Task description: Every record must be copied out exactly.

........

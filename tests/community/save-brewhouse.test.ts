import { describe, expect, it } from 'vitest';
import { TestClient } from '../helpers/http';
import { signedInClient } from '../helpers/users';

const report = {
  name: 'Hillside spring, March 2026',
  calcium: 6,
  magnesium: 2,
  sodium: 4,
  chloride: 5,
  sulfate: 4,
  bicarbonate: 18,
};
const valid = {
  boilOffLPerHour: 3.5,
  trubLossL: 0.8,
  grainAbsorptionLPerKg: null,
  mashWaterLPerKg: 5.5,
  waterReport: report,
};

interface Answer {
  brewhouse: typeof valid & { batchVolumeL: number; efficiencyPct: number };
}

describe('the member’s losses and water report', () => {
  it('starts empty, keeps what is saved beside the settings’ batch volume and efficiency', async () => {
    const { client } = await signedInClient();
    const before = await client.get<Answer>('/api/me/brewhouse');
    expect(before.status).toBe(200);
    expect(before.body.brewhouse).toMatchObject({ boilOffLPerHour: null, waterReport: null, batchVolumeL: 20 });
    const saved = await client.put<Answer>('/api/me/brewhouse', valid);
    expect(saved.status).toBe(200);
    expect(saved.body.brewhouse).toMatchObject({ ...valid, batchVolumeL: 20, efficiencyPct: 72 });
    expect((await client.get<Answer>('/api/me/brewhouse')).body.brewhouse.waterReport).toEqual(report);
    const page = await (await client.fetch('/settings')).text();
    expect(page).toContain('Hillside spring, March 2026');
  });

  it('refuses bad input with a message per field and keeps what was saved', async () => {
    const { client } = await signedInClient();
    await client.put('/api/me/brewhouse', valid);
    const res = await client.put<{ error: { fields: { path: string; message: string }[] } }>('/api/me/brewhouse', {
      ...valid,
      mashWaterLPerKg: 0.2,
      waterReport: { ...report, name: '', sulfate: -3 },
    });
    expect(res.status).toBe(400);
    expect(res.body.error.fields.map((f) => f.path).sort()).toEqual([
      'mashWaterLPerKg',
      'waterReport.name',
      'waterReport.sulfate',
    ]);
    expect((await client.get<Answer>('/api/me/brewhouse')).body.brewhouse).toMatchObject(valid);
  });

  it('is only for signed-in members', async () => {
    expect((await new TestClient().get('/api/me/brewhouse')).status).toBe(401);
  });
});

........

Answer below:
filename tests/community/save-brewhouse.test.ts
import { describe, expect, it } from 'vitest';
import { TestClient } from '../helpers/http';
import { signedInClient } from '../helpers/users';

const report = {
  name: 'Hillside spring, March 2026',
  calcium: 6,
  magnesium: 2,
  sodium: 4,
  chloride: 5,
  sulfate: 4,
  bicarbonate: 18,
};
const valid = {
  boilOffLPerHour: 3.5,
  trubLossL: 0.8,
  grainAbsorptionLPerKg: null,
  mashWaterLPerKg: 5.5,
  waterReport: report,
};

interface Answer {
  brewhouse: typeof valid & { batchVolumeL: number; efficiencyPct: number };
}

describe('the member’s losses and water report', () => {
  it('starts empty, keeps what is saved beside the settings’ batch volume and efficiency', async () => {
    const { client } = await signedInClient();
    const before = await client.get<Answer>('/api/me/brewhouse');
    expect(before.status).toBe(200);
    expect(before.body.brewhouse).toMatchObject({ boilOffLPerHour: null, waterReport: null, batchVolumeL: 20 });
    const saved = await client.put<Answer>('/api/me/brewhouse', valid);
    expect(saved.status).toBe(200);
    expect(saved.body.brewhouse).toMatchObject({ ...valid, batchVolumeL: 20, efficiencyPct: 72 });
    expect((await client.get<Answer>('/api/me/brewhouse')).body.brewhouse.waterReport).toEqual(report);
    const page = await (await client.fetch('/settings')).text();
    expect(page).toContain('Hillside spring, March 2026');
  });

  it('refuses bad input with a message per field and keeps what was saved', async () => {
    const { client } = await signedInClient();
    await client.put('/api/me/brewhouse', valid);
    const res = await client.put<{ error: { fields: { path: string; message: string }[] } }>('/api/me/brewhouse', {
      ...valid,
      mashWaterLPerKg: 0.2,
      waterReport: { ...report, name: '', sulfate: -3 },
    });
    expect(res.status).toBe(400);
    expect(res.body.error.fields.map((f) => f.path).sort()).toEqual([
      'mashWaterLPerKg',
      'waterReport.name',
      'waterReport.sulfate',
    ]);
    expect((await client.get<Answer>('/api/me/brewhouse')).body.brewhouse).toMatchObject(valid);
  });

  it('is only for signed-in members', async () => {
    expect((await new TestClient().get('/api/me/brewhouse')).status).toBe(401);
  });
});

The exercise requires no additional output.